The folks at Shakespeare and Company, the famed bookstore by the Seine in Paris's Spanish Quarter, have been happily stamping books that come out of their unique bookstore since the 1950s. Many of our staff even have a couple of books with their famed seal (Junky and A Moveable Feast—both have the Bard's face inked on the first page), envisioning a cozy nook within Golem, where books were freely shared.
So take this article to be one of those nooks. We've compiled a list of some artists that have been featured in the pages of Golem for their stamp on a certain book or two. These artists have given their seal of approval on a novel you'd never thought you'd want to read, or that title you eyed at the bookstore; stop, turn around, reconsider buying it.
Peter Ceredig-Evans has been reading Black Swan by Nassim Taleb, which he really liked.
Peter says of Taleb: "He’s a really smart guy. He actually worked as an options trader in the U.S. And because I worked in finance myself, I liked his approach, because instead of trying to tell people what was going to happen, he was saying, 'actually people don’t realise how much of a chance there is of the unlikely actually happening.' He’s really interesting. He references lots of stuff to do with the war, the civil war in Lebanon. Also just various things in society."
Before Black Swan, Ceredig-Evans had read Thinking Fast and Slow, which, to use his words, was "cool".
Laila Ekboir has been slowly making her way through Patria by Fernando Aramburu. While she doesn't think it's had much influence on her yet, there's still hope. Perhaps this is the time to escape with Aramburu to the Basque Country, where Patria takes place, and perhaps steal a recipe and enjoy a Basque-inspired dish.
Recently, Eric Sesto has been influenced by German writer and spiritual wanderer Hermann Hesse and his novel Steppenwolf. For those suffering from an existential breakdown, or feeling one coming on, Hesse's novel is an antidote better than warm milk and honey, or lemon tea for the lactose intolerant. The origins of the novel came from Hesse's spiritual crises in the 1920s. By 1927 he had penned Steppenwolf, and two years later it would be translated into English.
At the same time, Eric is flipping through the autumn-leaved pages of the Vermont-set college mystery novel The Secret History by Donna Tartt. Study Greek classics with a group of liberal arts students and find yourself caught up in a detective story.
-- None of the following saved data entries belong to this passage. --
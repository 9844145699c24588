/**
 * Moments as text: RFC 3339 (the internet profile of ISO 8601), always with a zone, and milliseconds since 1970 UTC.
 */

const INSTANT = /^(\d{4})-(\d\d)-(\d\d)[Tt ](\d\d):(\d\d):(\d\d)(?:[.,](\d{1,9}))?(?:([Zz])|([+-])(\d\d):?(\d\d))$/;

const isLeap = (year: number): boolean => (year % 4 === 0 && year % 100 !== 0) || year % 400 === 0;

const daysIn = (year: number, month: number): number =>
  [31, isLeap(year) ? 29 : 28, 31, 30, 31, 30, 31, 31, 30, 31, 30, 31][month - 1] ?? 0;

/**
 * Milliseconds since 1970 UTC of "2026-03-01T12:00:00Z" or "…+01:00"; null for text without a zone or for a moment that
 * does not exist. Finer digits are cut. A leap second counts as the first moment of the next minute, as in UTC-based
 * millisecond counts.
 *
 * source  RFC 3339 section 5.6, 5.7
 */
export const parseInstant = (text: string): number | null => {
  const match = INSTANT.exec(text);
  if (match === null) return null;
  const [year, month, day, hour, minute, second] = match.slice(1, 7).map(Number) as [
    number,
    number,
    number,
    number,
    number,
    number,
  ];
  if (day < 1 || day > daysIn(year, month) || hour > 23 || minute > 59 || second > 60) return null;
  const zoneHours = Number(match[10] ?? 0);
  const zoneMinutes = Number(match[11] ?? 0);
  if (zoneHours > 23 || zoneMinutes > 59) return null;
  const offsetMs = (match[9] === '-' ? -1 : 1) * (zoneHours * 60 + zoneMinutes) * 60_000;
  // Date.UTC would read years 0 to 99 as 1900 to 1999.
  const date = new Date(0);
  date.setUTCFullYear(year, month - 1, day);
  date.setUTCHours(hour, minute, second, Number((match[7] ?? '').padEnd(3, '0').slice(0, 3)));
  return date.getTime() - offsetMs;
};

/**
 * "2026-03-01T12:00:00.000Z".
 *
 * units   ms since 1970 UTC, years 0 to 9999
 * throws  RangeError outside those years
 */
export const formatInstant = (timeMs: number): string => {
  const text = new Date(timeMs).toISOString();
  if (text.length !== 24) throw new RangeError(`expected a time in the years 0 to 9999, got ${timeMs} ms`);
  return text;
};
Franco D'Elia swears by Steal Like An Artist and Show Your Work by Austin Kleon. In fact, he highly recommends you read it. "My god. Amazing. I love the way he transmits his ideas. I feel so comfortable with what he writes. The sketches he does in order to express himself, not just a usual book." Any budding artist looking to turn pastel into a buck should enquire upon Kleon's work.
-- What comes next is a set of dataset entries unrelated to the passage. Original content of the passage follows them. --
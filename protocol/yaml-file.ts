/**
 * A YAML file written by people: read to plain values, and every refusal with the line and column it stands at.
 */
import type { Document } from 'yaml';
import { ProtocolError, type ProtocolErrorCode } from './errors.ts';
import { type Fault, formatFault } from './issue.ts';
import { formatPath } from './path.ts';
import { yamlLibrary } from './yaml-library.ts';

/** What a kind of file is called in refusals. */
export interface YamlKind {
  readonly code: ProtocolErrorCode;
  /** "a site file" */
  readonly called: string;
  /** What it must hold, after "with the keys". */
  readonly keys: string;
  readonly maxBytes: number;
}

/** A file read, not yet checked against a schema. */
export interface YamlFile {
  readonly plain: unknown;
  /** The refusal of a file for its first fault; the others are counted. */
  refusal(faults: readonly Fault[]): ProtocolError;
  /** Line of the value a path names, from 1. */
  lineOf(path: readonly PropertyKey[]): number;
}

/** What the YAML reader's own codes mean to a person; its message where there is no better one. */
const yamlText = (error: { code: string; message: string }): string => {
  if (error.code === 'DUPLICATE_KEY') return 'this key appears twice in the same map; keep one';
  if (error.code === 'TAB_AS_INDENT') return 'expected spaces for indentation, got a tab';
  if (error.code === 'MULTIPLE_DOCS') return 'expected one YAML document, got several; remove the "---" line';
  if (error.message.includes('call stack')) return 'expected a few levels of nesting, got too many to read';
  return `not valid YAML: ${error.message}`;
};

/** Offset of the value a path names, of its key for an unknown one, or of the nearest map around a missing one. */
const offsetOf = (document: Document.Parsed, fault: Pick<Fault, 'path' | 'isUnknownKey'>): number => {
  const { isAlias, isMap, isNode, isScalar, isSeq } = yamlLibrary();
  let node: unknown = document.contents;
  let offset = document.contents?.range[0] ?? 0;
  for (const [depth, step] of fault.path.entries()) {
    if (isAlias(node)) node = node.resolve(document);
    if (isMap(node)) {
      const pair = node.items.find((item) => isScalar(item.key) && String(item.key.value) === String(step));
      if (pair === undefined || !isScalar(pair.key)) return offset;
      const isKey = (fault.isUnknownKey && depth === fault.path.length - 1) || !isNode(pair.value);
      offset = (isKey ? pair.key.range?.[0] : (pair.value as { range?: number[] }).range?.[0]) ?? offset;
      node = pair.value;
    } else if (isSeq(node)) {
      node = node.items[Number(step)];
      if (!isNode(node)) return offset;
      offset = node.range?.[0] ?? offset;
    } else return offset;
  }
  return offset;
};

/**
 * Reads a YAML file.
 *
 * throws  ProtocolError with the kind's code: "file:line:col: …" where it is too large, empty or no YAML
 */
export const readYamlFile = (text: string, fileName: string, kind: YamlKind): YamlFile => {
  const { code, called, keys, maxBytes } = kind;
  const bytes = Buffer.byteLength(text);
  if (bytes > maxBytes) {
    throw new ProtocolError(
      code,
      `${fileName}: expected ${called} of at most ${maxBytes} bytes, got ${bytes}; check that it is the right file`,
      { details: { fileName } },
    );
  }
  const { LineCounter, parseDocument } = yamlLibrary();
  const lines = new LineCounter();
  const faultAt = (offset: number, words: string, path = ''): ProtocolError => {
    const { line, col } = lines.linePos(offset);
    return new ProtocolError(code, `${fileName}:${line}:${col}: ${words}`, { details: { fileName, line, col, path } });
  };
  const document = parseDocument(text, { lineCounter: lines, prettyErrors: false, schema: 'core', version: '1.2' });
  const problem = document.errors[0] ?? document.warnings[0];
  if (problem !== undefined) throw faultAt(problem.pos[0], yamlText(problem));
  if (document.contents === null) throw faultAt(0, `expected ${called} with the keys ${keys}, got an empty file`);
  let plain: unknown;
  try {
    plain = document.toJS();
  } catch (error) {
    throw faultAt(0, `not usable YAML: ${(error as Error).message}`);
  }
  return {
    plain,
    refusal: (faults) => {
      const first = faults[0]!;
      const more = faults.length > 1 ? ` (and ${faults.length - 1} more)` : '';
      return faultAt(offsetOf(document, first), `${formatFault(first)}${more}`, formatPath(first.path));
    },
    lineOf: (path) => lines.linePos(offsetOf(document, { path, isUnknownKey: false })).line,
  };
};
On Sisca Verwoert's shelf, sits the biography of Barbara Rae written by a trio of admirers: Hare, Lambirth and Wardell. The Scottish contemporary painter's work inspired Verwoert as "her colours and freedom are gorgeous."
Not too far down the shelf is the painter Paula Rego's biography by John McEwen. Rego gripped Verwoert's interest for her strong portrayal of women and their victimisation in her paintings. "Very political, great, strong paintings inspired by Goya’s brutality. Spanish wow," says Verwoert. We also recommend you admire the paintings Abortion Protest...Triptych (1997-98), War (2003), and Painting Him Out (2011).
Stamp This Book & Other Titles takes a look at the titles recommended by artists featured throughout Golem Quarterly Review. Take their recommendation as a personalised stamp in the style of a red royal crown seal or a bureaucrat's black and white marking from a state library, whatever's your jam.